_Exercise instructions_. Please work out how many lines below contain the word "HasPrefix", and reply with only that number.

Records excerpted from a collection:
package readers

import (
	"bytes"
	"strconv"
	"strings"
	"unicode/utf8"
)

// An element is one element of the header of an XML file. The values of arrays are
// not in it, only their place.
type element struct {
	name       string
	attributes []attribute
	children   []*element
	offset     int64
	start, end int64    // text behind the start tag, up to the next tag
	payload    *payload // of arrays in base64 inside the element
}

type attribute struct{ name, value string }

// get returns the value of an attribute and whether it is there.
func (e *element) get(name string) (string, bool) {
	for i := range e.attributes {
		if e.attributes[i].name == name {
			return e.attributes[i].value, true
		}
	}
	return "", false
}

// attribute returns the value of an attribute, "" when it is not there.
func (e *element) attribute(name string) string {
	value, _ := e.get(name)
	return value
}

// child returns the first child of the name, or nil.
func (e *element) child(name string) *element {
	if e != nil {
		for _, child := range e.children {
			if child.name == name {
				return child
			}
		}
	}
	return nil
}

// The cost of an element and of an attribute in memory beside their text, so that
// many tiny ones count against [Limits.Markup] too.
const (
	elementCost   = 144
	attributeCost = 32
)

// A markup reads the tags of an XML file. It knows neither entities beyond the five
// of XML nor document types: result files need none, and they are a danger.
type markup struct {
	window   *window
	limits   Limits
	used     int64
	isLatin1 bool
}

type tag struct {
	element *element
	isEnd   bool
	isEmpty bool
}

// next returns the next tag; nil at the end of the file.
func (m *markup) next() (*tag, error) {
	for {
		found, err := m.window.find('<')
		if err != nil || !found {
			return nil, err
		}
		text, err := m.until(">", 0)
		if err != nil {
			return nil, err
		}
		switch {
		case bytes.HasPrefix(text, []byte("<!--")):
			if text, err = m.until("-->", 4); err != nil {
				return nil, err
			}
		case bytes.HasPrefix(text, []byte("<!")):
			return nil, m.window.fail(unsupported("found %.20q, need elements alone; remove document types, entities and CDATA sections", text))
		case bytes.HasPrefix(text, []byte("<?")):
			m.isLatin1 = m.isLatin1 || strings.Contains(strings.ToLower(string(text)), "iso-8859-1")
		default:
			for isQuoted(text) { // the > belongs to an attribute
				if text, err = m.until(">", len(text)); err != nil {
					return nil, err
				}
			}
			return m.tag(text)
		}
		m.window.at += len(text)
	}
}

// until returns the text from here to the end of a mark that begins at from or
// behind it.
func (m *markup) until(mark string, from int) ([]byte, error) {
	for {
		text := m.window.buffer[m.window.at:]
		end := bytes.Index(text[min(from, len(text)):], []byte(mark))
		length := len(text)
		if end >= 0 {
			length = from + end + len(mark)
		}
		if int64(length) > m.limits.Text {
			return nil, m.window.fail(overLimit("found %.20q with more than %d bytes up to %q; need fewer than the limit for texts", text, m.limits.Text, mark))
		}
		if end >= 0 {
			return text[:length], nil
		}
		from = max(from, len(text)-len(mark)+1)
		if more, err := m.window.more(); err != nil {
			return nil, err
		} else if !more {
			return nil, m.window.fail(truncated("found no %q that ends %.20q", mark, text))
		}
	}
}

// isQuoted reports whether the end of a tag's text stands inside quotes.
func isQuoted(text []byte) bool {
	var quote byte
	for _, c := range text {
		switch {
		case quote == 0 && (c == '"' || c == '\''):
			quote = c
		case c == quote:
			quote = 0
		}
	}
	return quote != 0
}

// tag takes a tag apart and moves behind it.
func (m *markup) tag(text []byte) (*tag, error) {
	element := &element{offset: m.window.offset()}
	t := &tag{element: element}
	m.used += int64(len(text)) + elementCost
	body := text[1 : len(text)-1]
	if t.isEnd = bytes.HasPrefix(body, []byte("/")); t.isEnd {
		body = body[1:]
	}
	if t.isEmpty = bytes.HasSuffix(body, []byte("/")); t.isEmpty {
		body = body[:len(body)-1]
	}
	i := 0
	for i < len(body) && body[i] > ' ' {
		i++
	}
	element.name = string(body[:i])
	if err := m.attributes(element, body[i:]); err != nil {
		return nil, m.window.fail(err)
	}
	if m.used += attributeCost * int64(len(element.attributes)); m.used > m.limits.Markup {
		return nil, m.window.fail(overLimit("found more than %d bytes of elements; need less than the limit for markup", m.limits.Markup))
	}
	m.window.at += len(text)
	element.start = m.window.offset()
	return t, nil
}

func (m *markup) attributes(e *element, text []byte) error {
	for {
		text = bytes.TrimLeft(text, " \t\r\n")
		if len(text) == 0 {
			return nil
		}
		i := bytes.IndexByte(text, '=')
		if i < 0 {
			return malformed("element %.40q: found %.40q, need name=\"value\"", e.name, text)
		}
		name := string(bytes.TrimSpace(text[:i]))
		if strings.ContainsAny(name, " \t\r\n\"'") || name == "" {
			return malformed("element %.40q: found %.40q, need name=\"value\"", e.name, text)
		}
		text = bytes.TrimLeft(text[i+1:], " \t\r\n")
		if len(text) < 2 || text[0] != '"' && text[0] != '\'' {
			return malformed("element %.40q: attribute %.40q: found no quotes, need name=\"value\"", e.name, name)
		}
		end := bytes.IndexByte(text[1:], text[0])
		if end < 0 {
			return malformed("element %.40q: attribute %.40q: found no end of the quotes", e.name, name)
		}
		value, err := m.plain(text[1 : 1+end])
		if err != nil {
			return err
		}
		e.attributes = append(e.attributes, attribute{name, value})
		text = text[end+2:]
	}
}

var entities = map[string]string{"lt": "<", "gt": ">", "amp": "&", "quot": `"`, "apos": "'"}

// plain resolves character references and the five entities of XML.
func (m *markup) plain(text []byte) (string, error) {
	var plain strings.Builder
	for len(text) > 0 {
		i := bytes.IndexByte(text, '&')
		if i < 0 {
			i = len(text)
		}
		m.write(&plain, text[:i])
		if text = text[i:]; len(text) == 0 {
			break
		}
		end := bytes.IndexByte(text, ';')
		if end < 0 {
			return "", malformed("found %.20q, need &amp; for an ampersand", text)
		}
		name := string(text[1:end])
		if replacement, ok := entities[name]; ok {
			plain.WriteString(replacement)
		} else if character, ok := reference(name); ok {
			plain.WriteRune(character)
		} else {
			return "", malformed("found the entity %.40q, need one of the five of XML or a character reference", name)
		}
		text = text[end+1:]
	}
	return plain.String(), nil
}

// reference returns the character of #123 or #x7b.
func reference(name string) (rune, bool) {
	digits, isReference := strings.CutPrefix(name, "#")
	base := 10
	if hex, isHex := strings.CutPrefix(digits, "x"); isHex {
		digits, base = hex, 16
	}
	value, err := strconv.ParseUint(digits, base, 31)
	return rune(value), isReference && err == nil && value > 0 && utf8.ValidRune(rune(value))
}

func (m *markup) write(to *strings.Builder, text []byte) {
	if !m.isLatin1 {
		to.Write(text)
		return
	}
	for _, c := range text {
		to.WriteRune(rune(c))
	}
}

// attributeError makes an error about an attribute of an element.
func attributeError(e *element, name, value, need string) error {
	return malformed("element %s: found %s=%.60q, need %s", e.name, name, value, need)
}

_Task solution_. 4